____ LISTED ENTRIES

"""Numbers x + y sqrt(d) of one quadratic field: what lies beyond the rationals.

d is a squarefree integer other than 0 and 1, positive or negative; sqrt(-1) is i. Normal form: a number with y = 0 *is*
a ``Rational``, so every ``Quadratic`` has y != 0, is different from every rational, and zero tests are exact. Rational
arithmetic never passes through here. Two different fields are never mixed: that raises ``ValueError``.
"""

from __future__ import annotations

import cmath
import math
import re
from collections.abc import Iterable, Sequence
from dataclasses import dataclass
from typing import TypeGuard, overload

from flint import fmpq, fmpz

from ratomega.errors import InputError
from ratomega.exact.rational import (
    LONGEST_TEXT,
    ONE,
    ZERO,
    Rational,
    as_fraction,
    as_rational,
    decimal_text,
    exact_text,
    from_exact_text,
)

__all__ = [
    "LARGEST_RADICAND",
    "Number",
    "Quadratic",
    "approximate_text",
    "as_integer",
    "as_number",
    "from_number_text",
    "from_parts",
    "is_quadratic",
    "is_whole",
    "number_text",
    "one_field",
    "only_rational",
    "parts_in",
    "quadratic",
    "rational_parts",
    "split_square",
    "square_root",
]

# Squarefreeness is found by factoring; up to here that costs microseconds.
LARGEST_RADICAND = 10**12

_TERM = re.compile(
    r"""\s*(?P<sign>[+-]?)\s*(?=[0-9.is])
    (?:(?P<number>[0-9.]+(?:\s*/\s*[0-9]+)?)(?:\s*\*\s*(?=[is])|(?!\s*[is*/0-9.])))?
    (?P<root>i|sqrt\((?P<d>-?[0-9]{1,13})\))?(?:(?<=[i)])\s*/\s*(?P<below>[0-9]+))?\s*(?=[+-]|$)""",
    re.VERBOSE | re.ASCII,
)
_TEXT = re.compile(r"(?:(?P<x>-?[0-9/]+) (?P<sign>[+-]) )?(?P<y>-?[0-9/]+)\*sqrt\((?P<d>-?[1-9][0-9]*)\)")


@dataclass(frozen=True, slots=True)
class Quadratic:
    """The exact number x + y sqrt(d) with y != 0. Build it with ``quadratic`` or by arithmetic from ``square_root``.

    >>> i = square_root(-1)
    >>> (1 + i) * (1 - i), str(ONE / (2 + i)), str((1 + i) ** 3), complex(ONE / (2 + i))
    (2, '2/5 - 1/5*sqrt(-1)', '-2 + 2*sqrt(-1)', (0.4-0.2j))
    """

    x: Rational
    y: Rational
    d: int

    def conjugate(self) -> Quadratic:
        """x - y sqrt(d)."""
        return Quadratic(self.x, -self.y, self.d)

    def norm(self) -> Rational:
        """The product with the conjugate, x^2 - d y^2: never zero."""
        return self.x * self.x - self.y * self.y * self.d

    def _same_field(self, other: Quadratic) -> None:
        if self.d != other.d:
            raise ValueError(f"sqrt({self.d}) and sqrt({other.d}) do not lie in one quadratic field")

    @overload
    def __add__(self, other: int) -> Quadratic: ...

    @overload
    def __add__(self, other: Number) -> Number: ...

    def __add__(self, other: Number | int) -> Number:
        if isinstance(other, Quadratic):
            self._same_field(other)
            return quadratic(self.x + other.x, self.y + other.y, self.d)
        return Quadratic(self.x + other, self.y, self.d) if isinstance(other, (fmpq, int)) else NotImplemented

    def __radd__(self, other: Rational | int) -> Quadratic:
        return Quadratic(self.x + other, self.y, self.d)

    def __neg__(self) -> Quadratic:
        return Quadratic(-self.x, -self.y, self.d)

    @overload
    def __sub__(self, other: int) -> Quadratic: ...

    @overload
    def __sub__(self, other: Number) -> Number: ...

    def __sub__(self, other: Number | int) -> Number:
        if isinstance(other, Quadratic):
            return self + (-other)
        return Quadratic(self.x - other, self.y, self.d) if isinstance(other, (fmpq, int)) else NotImplemented

    def __rsub__(self, other: Rational | int) -> Quadratic:
        return Quadratic(other - self.x, -self.y, self.d)

    def __mul__(self, other: Number | int) -> Number:
        if isinstance(other, Quadratic):
            self._same_field(other)
            real = self.x * other.x + self.y * other.y * self.d
            return quadratic(real, self.x * other.y + self.y * other.x, self.d)
        return quadratic(self.x * other, self.y * other, self.d) if isinstance(other, (fmpq, int)) else NotImplemented

    def __rmul__(self, other: Rational | int) -> Number:
        return self * other

    def __truediv__(self, other: Number | int) -> Number:
        if isinstance(other, Quadratic):
            return self * other.conjugate() * (ONE / other.norm())
        return Quadratic(self.x / other, self.y / other, self.d) if isinstance(other, (fmpq, int)) else NotImplemented

    def __rtruediv__(self, other: Rational | int) -> Number:
        return self.conjugate() * (other / self.norm())

    def __pow__(self, exponent: int) -> Number:
        result: Number = ONE
        for _ in range(abs(exponent)):
            result = result * self
        return result if exponent >= 0 else ONE / result

    def __complex__(self) -> complex:
        return float(as_fraction(self.x)) + float(as_fraction(self.y)) * cmath.sqrt(self.d)

    def __str__(self) -> str:
        root = f"{abs(self.y)}*sqrt({self.d})"
        if self.x == 0:
            return f"-{root}" if self.y < 0 else root
        return f"{self.x} {'-' if self.y < 0 else '+'} {root}"

    __repr__ = __str__


Number = Rational | Quadratic


def is_quadratic(value: object) -> TypeGuard[Quadratic]:
    """Is this number not rational?"""
    return isinstance(value, Quadratic)


def quadratic(x: Rational, y: Rational, d: int) -> Number:
    """x + y sqrt(d) in normal form; d must be squarefree and is not checked here (``square_root`` does)."""
    return Quadratic(x, y, d) if y != 0 else x


def split_square(n: int) -> tuple[int, int]:
    """(s, d) with n = s^2 d and d squarefree, for n != 0.

    >>> split_square(8), split_square(-12), split_square(49)
    ((2, 2), (2, -3), (7, 1))
    """
    root, rest = 1, -1 if n < 0 else 1
    for prime, exponent in fmpz(abs(n)).factor():
        root *= int(prime) ** (int(exponent) // 2)
        rest *= int(prime) ** (int(exponent) % 2)
    return root, rest


def square_root(d: int, where: str = "") -> Quadratic:
    """sqrt(d) for a squarefree integer d. Raises ``InputError`` that suggests the squarefree form.

    >>> str(square_root(-7))
    '1*sqrt(-7)'
    >>> square_root(8)
    Traceback (most recent call last):
    ...
    ratomega.errors.InputError: sqrt(8): 8 is not squarefree; write 2*sqrt(2)
    """
    if abs(d) > LARGEST_RADICAND:
        # Not shown: Python refuses to write very long integers.
        raise InputError.single(f"numbers under a root go up to {LARGEST_RADICAND}", where)
    if d == 0:
        raise InputError.single("sqrt(0) is 0; write 0", where)
    root, rest = split_square(d)
    if rest == 1:
        raise InputError.single(f"sqrt({d}) is {root}; write {root}", where)
    if root > 1:
        raise InputError.single(f"sqrt({d}): {d} is not squarefree; write {root}*sqrt({rest})", where)
    return Quadratic(ZERO, ONE, d)


def as_number(value: object, where: str = "") -> Number:
    """Return ``value`` as an exact number: everything that ``as_rational`` accepts, ``Quadratic``, exact sympy numbers
    of a quadratic field, and text such as "1 + i/2", "-2*sqrt(5)/3". Raises ``InputError`` naming ``where``.

    >>> import sympy
    >>> str(as_number(sympy.sqrt(21) / 7)), str(as_number("1 - i/2")), as_number("1/3")
    ('1/7*sqrt(21)', '1 - 1/2*sqrt(-1)', 1/3)
    """
    if isinstance(value, Quadratic):
        return value
    if isinstance(value, complex):
        message = f'the complex {value!r} is not exact; write it as text, for example "1/3 + i/2"'
        raise InputError.single(message, where)
    if isinstance(value, str) and ("sqrt" in value or "i" in value):
        return _from_terms(value, where)
    if type(value).__module__.startswith("sympy.") and not getattr(value, "is_Rational", True):
        return _from_sympy(value, where)
    return as_rational(value, where)


def _from_terms(text: str, where: str) -> Number:
    """The sum of rational multiples of 1 and of one root, written as in a case."""
    result: Number = ZERO
    place = 0
    while place < len(text):
        match = _TERM.match(text, place) if len(text) <= LONGEST_TEXT else None
        if match is None or (place > 0 and not match["sign"]):
            message = f'"{text[:40]}" is not an exact number; write for example "1 + i/2" or "-2*sqrt(5)/3"'
            raise InputError.single(message, where)
        term: Number = as_rational(f"{match['sign'] or ''}{match['number'] or '1'}", where)
        if match["root"]:
            d = -1 if match["root"] == "i" else int(match["d"])
            root = square_root(d, where)
            if isinstance(result, Quadratic) and result.d != d:
                raise InputError.single(two_fields(result.d, d), where)
            term = root * term * as_rational(f"1/{match['below'] or '1'}", where)
        result = result + term
        place = match.end()
    return result


def _from_sympy(value: object, where: str) -> Number:
    """A sympy number x + y sqrt(d); its terms are rational multiples of 1 and of one square root."""
    if not getattr(value, "is_number", False) or getattr(value, "is_Float", False):
        raise InputError.single(f"expected an exact number, not {type(value).__name__}", where)
    result: Number = ZERO
    for unit, coefficient in value.expand().as_coefficients_dict().items():  # type: ignore[attr-defined]
        factor = as_rational(coefficient, where)
        square = unit**2
        if unit == 1:
            result = result + factor
        elif getattr(square, "is_Integer", False):
            root = square_root(int(square), where)
            if isinstance(result, Quadratic) and result.d != root.d:
                raise InputError.single(f"{value} does not lie in one quadratic field", where)
            result = result + factor * root
        else:
            raise InputError.single(f"{value} is not an exact number x + y*sqrt(d)", where)
    return result


def one_field(values: Iterable[Number]) -> int:
    """The d of the field in which all values lie, 0 when all are rational. Raises ``InputError`` when there are two.

    >>> one_field([ONE, square_root(5)]), one_field([ONE])
    (5, 0)
    """
    found = 0
    for value in values:
        if isinstance(value, Quadratic) and value.d != found:
            if found:
                raise InputError.single(two_fields(found, value.d))
            found = value.d
    return found


def two_fields(first: int, second: int) -> str:
    """What is wrong when both roots occur."""
    one, two = (("i" if d == -1 else f"sqrt({d})") for d in (first, second))
    return f"{one} and {two} occur together; all numbers of a case lie in one quadratic field"


def rational_parts(value: Number) -> tuple[Rational, ...]:
    """(x,) of a rational number, (x, y) of a quadratic one."""
    return (value.x, value.y) if isinstance(value, Quadratic) else (value,)


def parts_in(value: Number, radicand: int) -> tuple[Rational, ...]:
    """(x,) where all numbers are rational (radicand 0), (x, y) in a quadratic field, also of a rational number.

    >>> parts_in(ONE, 0), parts_in(ONE, 5)
    ((1,), (1, 0))
    """
    if isinstance(value, Quadratic):
        return value.x, value.y
    return (value, ZERO) if radicand else (value,)


def from_parts(parts: Sequence[Rational], radicand: int) -> Number:
    """Back from ``parts_in``."""
    return quadratic(parts[0], parts[1], radicand) if radicand else parts[0]


def only_rational(value: Number) -> Rational:
    """A number that is rational by what was checked before (the background is). Raises ``ValueError`` otherwise."""
    if isinstance(value, Quadratic):
        raise ValueError(f"{value} is not rational")
    return value


def is_whole(value: Number) -> bool:
    """Has the number integer parts x and y?"""
    return all(part.q == 1 for part in rational_parts(value))


def as_integer(value: Number) -> int | None:
    """The number as ``int``, None when it is no integer.

    >>> as_integer(Rational(4, 2)), as_integer(Rational(1, 2)), as_integer(square_root(3))
    (2, None, None)
    """
    if isinstance(value, Quadratic) or value.q != 1:
        return None
    return int(value.p)


def number_text(value: Number) -> str:
    """The one form in which numbers travel: "num/den" or "num", else "x + y*sqrt(d)", "x - y*sqrt(d)", "y*sqrt(d)".

    >>> number_text(quadratic(Rational(-83, 72), Rational(-4, 3), -1)), number_text(Rational(1, 2))
    ('-83/72 - 4/3*sqrt(-1)', '1/2')
    """
    return exact_text(value) if not isinstance(value, Quadratic) else str(value)


def from_number_text(text: str) -> Number:
    """Read back what ``number_text`` wrote, in that form only. Raises ``ValueError``.

    >>> from_number_text("-83/72 - 4/3*sqrt(-1)") == quadratic(Rational(-83, 72), Rational(-4, 3), -1)
    True
    """
    if not text.endswith(")"):
        return from_exact_text(text)
    match = _TEXT.fullmatch(text)
    if match is None or (match["x"] is not None and (match["y"].startswith("-") or match["x"] == "0")):
        raise ValueError(f'"{text[:40]}" is not an exact number "x + y*sqrt(d)"')
    d, y = int(match["d"]), from_exact_text(match["y"])
    if y == 0 or abs(d) > LARGEST_RADICAND or d == 1 or split_square(d)[0] != 1:
        raise ValueError(f'"{text[:40]}" is not in normal form: y != 0, d squarefree')
    return Quadratic(from_exact_text(match["x"] or "0"), -y if match["sign"] == "-" else y, d)


def approximate_text(value: Number, digits: int = 12) -> str:
    """A decimal to ``digits`` significant digits, each of a complex number's two parts.

    >>> approximate_text(square_root(2)), approximate_text(quadratic(Rational(1, 2), Rational(-2, 3), -3))
    ('1.41421356237', '0.5 - 1.15470053838*i')
    """
    if not isinstance(value, Quadratic):
        return decimal_text(value, digits)
    if value.d > 0:
        return _real_text(value.x, value.y, value.d, digits)
    size = _real_text(ZERO, abs(value.y), -value.d, digits)
    imaginary = "i" if size == "1" else f"{size}*i"
    if value.x == 0:
        return f"-{imaginary}" if value.y < 0 else imaginary
    return f"{decimal_text(value.x, digits)} {'-' if value.y < 0 else '+'} {imaginary}"


def _real_text(x: Rational, y: Rational, d: int, digits: int) -> str:
    """x + y sqrt(d) for d >= 1, rounded correctly: the root is enclosed until both ends round to the same text."""
    if d == 1:
        return decimal_text(x + y, digits)
    bits = 64
    while True:
        floor = math.isqrt(d << (2 * bits))
        low, high = (decimal_text(x + y * fmpq(n, fmpz(1) << bits), digits) for n in (floor, floor + 1))
        if low == high:
            return low
        bits *= 2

________

Retype only this portion of the data above: the line containing "for n != 0.", the line containing "return root, rest", and all lines between them, exactly.

● ANSWER BOX
    """(s, d) with n = s^2 d and d squarefree, for n != 0.

    >>> split_square(8), split_square(-12), split_square(49)
    ((2, 2), (2, -3), (7, 1))
    """
    root, rest = 1, -1 if n < 0 else 1
    for prime, exponent in fmpz(abs(n)).factor():
        root *= int(prime) ** (int(exponent) // 2)
        rest *= int(prime) ** (int(exponent) % 2)
    return root, rest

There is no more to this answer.